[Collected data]
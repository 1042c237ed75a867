import { describe, expect, it } from 'vitest';
import { EPSILON_0 } from '../../grammar/scene';
import { solvePlanar } from '../../server/src/engine/planar/solve';
import { planarScene, R0, volts } from '../axisymmetric/scene';

const rel = (a: number, b: number) => Math.abs(a / b - 1);
const TWO_PI_EPS = 2 * Math.PI * EPSILON_0;

describe('planar solve: per-metre figures of cross-sections', () => {
  it('gives coaxial cylinders C′ = 2πε0/ln(R/r), peak field U/(r·ln(R/r)), the log potential and ½C′U²', () => {
    // Coaxial cylinders (references.md, "Closed forms"). The outer conductor is a hollow circle. The
    // uniform density is exact for circles, so a coarse mesh is enough here.
    const r = 0.01, R = 0.025, U = 5000;
    const res = solvePlanar(
      planarScene(
        [
          [{ kind: 'circle', center: [0.1, -0.2], radius: r, hollow: false }, volts(U)],
          [{ kind: 'circle', center: [0.1, -0.2], radius: R, hollow: true }, volts(0)],
        ],
        { mesh: { kind: 'preset', preset: 'coarse' }, probes: [{ kind: 'point', name: 'mid', at: [0.1 + 0.012, -0.2 + 0.009], range: R0 }] },
      ),
    )!;
    const C = TWO_PI_EPS / Math.log(R / r);
    expect(rel(res.capacitance.matrix[0][0], C)).toBeLessThan(1e-6);
    expect(rel(-res.capacitance.matrix[0][1], C)).toBeLessThan(1e-6);
    expect(rel(res.electrodes[0].charge, C * U)).toBeLessThan(1e-6);
    expect(rel(res.electrodes[1].charge, -C * U)).toBeLessThan(1e-6);
    expect(rel(res.electrodes[0].maxField, U / (r * Math.log(R / r)))).toBeLessThan(1e-6);
    // The hollow outer conductor's peak is on its inner face: U/(R·ln(R/r)).
    expect(rel(res.electrodes[1].maxField, U / (R * Math.log(R / r)))).toBeLessThan(1e-4);
    const rho = 0.015;
    expect(rel(res.probes[0].points[0].potential, (U * Math.log(R / rho)) / Math.log(R / r))).toBeLessThan(1e-6);
    expect(rel(res.probes[0].points[0].fieldMagnitude, U / (rho * Math.log(R / r)))).toBeLessThan(1e-5);
    expect(rel(res.energy, 0.5 * C * U * U)).toBeLessThan(1e-6);
  });

  it('gives two parallel wires C′ = πε0/arccosh(D/2a) within 1e-4 at default settings', () => {
    // Two parallel wires (references.md). Without a ground plane the potential at infinity is an
    // unknown and the total charge zero, so the Maxwell matrix has zero row sums.
    const a = 0.01, D = 0.03;
    const res = solvePlanar(
      planarScene([
        [{ kind: 'circle', center: [-D / 2, 0], radius: a, hollow: false }, volts(1)],
        [{ kind: 'circle', center: [D / 2, 0], radius: a, hollow: false }, volts(0)],
      ]),
    )!;
    const C = (Math.PI * EPSILON_0) / Math.acosh(D / (2 * a));
    expect(rel(-res.capacitance.matrix[0][1], C)).toBeLessThan(1e-4);
    expect(rel(res.electrodes[0].charge, C)).toBeLessThan(1e-4);
    expect(Math.abs(res.electrodes[0].charge + res.electrodes[1].charge)).toBeLessThan(1e-9 * C);
    expect(res.capacitance.asymmetry).toBeLessThan(1e-4);
  });

  it('gives a wire over a ground plane C′ = 2πε0/arccosh(h/a) within 1e-4 at default settings', () => {
    // Wire over a ground plane (references.md); the plane y = c by images.
    const a = 0.005, h = 0.01;
    const res = solvePlanar(
      planarScene([[{ kind: 'circle', center: [0.3, 0.05 + h], radius: a, hollow: false }, volts(1)]], {
        groundPlanes: [{ axis: 'y', at: 0.05, range: R0 }],
      }),
    )!;
    expect(rel(res.electrodes[0].capacitance, TWO_PI_EPS / Math.acosh(h / a))).toBeLessThan(1e-4);
  });

  it('reads 0 V and no field behind the ground plane, where the plane screens everything', () => {
    // A grounded conducting plane screens the half-space behind it (textbook electrostatics): the
    // image values there are fictitious.
    const res = solvePlanar(
      planarScene([[{ kind: 'circle', center: [0, 0.02], radius: 0.005, hollow: false }, volts(1000)]], {
        groundPlanes: [{ axis: 'y', at: 0, range: R0 }],
        mesh: { kind: 'preset', preset: 'coarse' },
        probes: [
          { kind: 'point', name: 'below', at: [0.003, -0.01], range: R0 },
          { kind: 'point', name: 'above', at: [0.003, 0.01], range: R0 },
        ],
        slices: [{ plane: 'xy', at: 0, from: [-0.04, -0.02], to: [0.04, 0.06], cells: 16, range: R0 }],
      }),
    )!;
    expect(res.probes[0].points[0].potential).toBe(0);
    expect(res.probes[0].points[0].fieldMagnitude).toBe(0);
    expect(res.probes[1].points[0].potential).toBeGreaterThan(100);
    const g = res.slices[0];
    for (let i = 0; i < g.nu; i++) expect(g.potential[i]).toBe(0); // the bottom row lies behind the plane
    expect(g.groundLines).toEqual([[-0.04, 0, 0.04, 0]]);
  });

  it('gives the same for a ground plane x = c', () => {
    // Same closed form as above, with the plane along the other axis.
    const a = 0.005, h = 0.015;
    const res = solvePlanar(
      planarScene([[{ kind: 'circle', center: [-0.1 - h, 0.2], radius: a, hollow: false }, volts(1)]], {
        groundPlanes: [{ axis: 'x', at: -0.1, range: R0 }],
        mesh: { kind: 'preset', preset: 'coarse' },
      }),
    )!;
    expect(rel(res.electrodes[0].capacitance, TWO_PI_EPS / Math.acosh(h / a))).toBeLessThan(1e-4);
  });

  it('puts ±q/(2C′) on two wires that carry fixed charges ±q, with infinity at 0 V', () => {
    // Two parallel wires (references.md) driven by charge: V1 − V2 = q/C′, and by symmetry the
    // potential at infinity (0 V) lies halfway.
    const a = 0.01, D = 0.04, q = 1e-9;
    const res = solvePlanar(
      planarScene(
        [
          [{ kind: 'circle', center: [-D / 2, 0], radius: a, hollow: false }, { kind: 'charge', value: q }],
          [{ kind: 'circle', center: [D / 2, 0], radius: a, hollow: false }, { kind: 'charge', value: -q }],
        ],
        { mesh: { kind: 'preset', preset: 'coarse' } },
      ),
    )!;
    const C = (Math.PI * EPSILON_0) / Math.acosh(D / (2 * a));
    expect(rel(res.electrodes[0].potential, q / (2 * C))).toBeLessThan(1e-4);
    expect(rel(res.electrodes[1].potential, -q / (2 * C))).toBeLessThan(1e-4);
  });

  it('gives a line charge over a ground plane the image potential λ/(2πε0)·ln(r′/r)', () => {
    // Line charge and its image in a grounded plane (textbook electrostatics, method of images).
    const lambda = 1e-9;
    const res = solvePlanar(
      planarScene([], {
        groundPlanes: [{ axis: 'y', at: 0, range: R0 }],
        charges: [{ kind: 'point', name: 'q', at: [0, 0.02], density: lambda, range: R0 }],
        probes: [{ kind: 'point', name: 'p', at: [0.01, 0.01], range: R0 }],
      }),
    )!;
    const r1 = Math.hypot(0.01, 0.01), r2 = Math.hypot(0.01, 0.03);
    expect(rel(res.probes[0].points[0].potential, (lambda / TWO_PI_EPS) * Math.log(r2 / r1))).toBeLessThan(1e-12);
  });

  it('gives a thin strip in a grounded tube the capacitance of a round wire of a quarter of its width', () => {
    // A flat strip of width w has the logarithmic capacity (equivalent radius) w/4 (conformal map
    // z = ζ + c²/ζ; e.g. Smythe, Static and Dynamic Electricity, ch. 4 — from memory). In a tube of
    // radius R ≫ w the correction is O((w/4R)²)/ln, below 1e-4 here.
    const w = 0.01, R = 0.2;
    const res = solvePlanar(
      planarScene([
        [{ kind: 'strip', from: [-w / 2, 0], to: [w / 2, 0] }, volts(1)],
        [{ kind: 'circle', center: [0, 0], radius: R, hollow: true }, volts(0)],
      ], { mesh: { kind: 'preset', preset: 'coarse' } }),
    )!;
    expect(rel(res.electrodes[0].capacitance, TWO_PI_EPS / Math.log(R / (w / 4)))).toBeLessThan(2e-4);
    expect(res.electrodes[0].maxFieldOnEdge).toBe(true);
  });

  it('gives a square bar in a grounded tube the capacitance of a wire of radius 0.59017·side', () => {
    // Logarithmic capacity of a square of side s: Γ(1/4)²/(4π^{3/2})·s ≈ 0.5902·s (Pólya and Szegő,
    // Isoperimetric Inequalities in Mathematical Physics, 1951 — from memory). Corners make the density
    // singular; the graded mesh and R ≫ s keep the check to 5e-4.
    const s = 0.01, R = 0.2;
    const gamma14 = 3.6256099082219083; // Γ(1/4) (DLMF 5.4.E? value from memory; checked below by the reflection formula)
    // Γ(1/4)·Γ(3/4) = π√2 (reflection formula, DLMF 5.5.3); Γ(3/4) = 1.2254167024651776 (from memory).
    expect(gamma14 * 1.2254167024651776).toBeCloseTo(Math.PI * Math.SQRT2, 12);
    const capacity = ((gamma14 * gamma14) / (4 * Math.PI ** 1.5)) * s;
    const res = solvePlanar(
      planarScene([
        [{ kind: 'rect', center: [0, 0], size: [s, s], hollow: false }, volts(1)],
        [{ kind: 'circle', center: [0, 0], radius: R, hollow: true }, volts(0)],
      ], { mesh: { kind: 'preset', preset: 'coarse' } }),
    )!;
    expect(rel(res.electrodes[0].capacitance, TWO_PI_EPS / Math.log(R / capacity))).toBeLessThan(5e-4);
  });
});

**Description of the task**
Begin at the top of the records above and quote each line exactly, ending with the line that contains "const TWO_PI_EPS = 2 * Math.PI * EPSILON_0;".

**Task output**
repository 1042c237ed75a867
import { describe, expect, it } from 'vitest';
import { EPSILON_0 } from '../../grammar/scene';
import { solvePlanar } from '../../server/src/engine/planar/solve';
import { planarScene, R0, volts } from '../axisymmetric/scene';

const rel = (a: number, b: number) => Math.abs(a / b - 1);
const TWO_PI_EPS = 2 * Math.PI * EPSILON_0;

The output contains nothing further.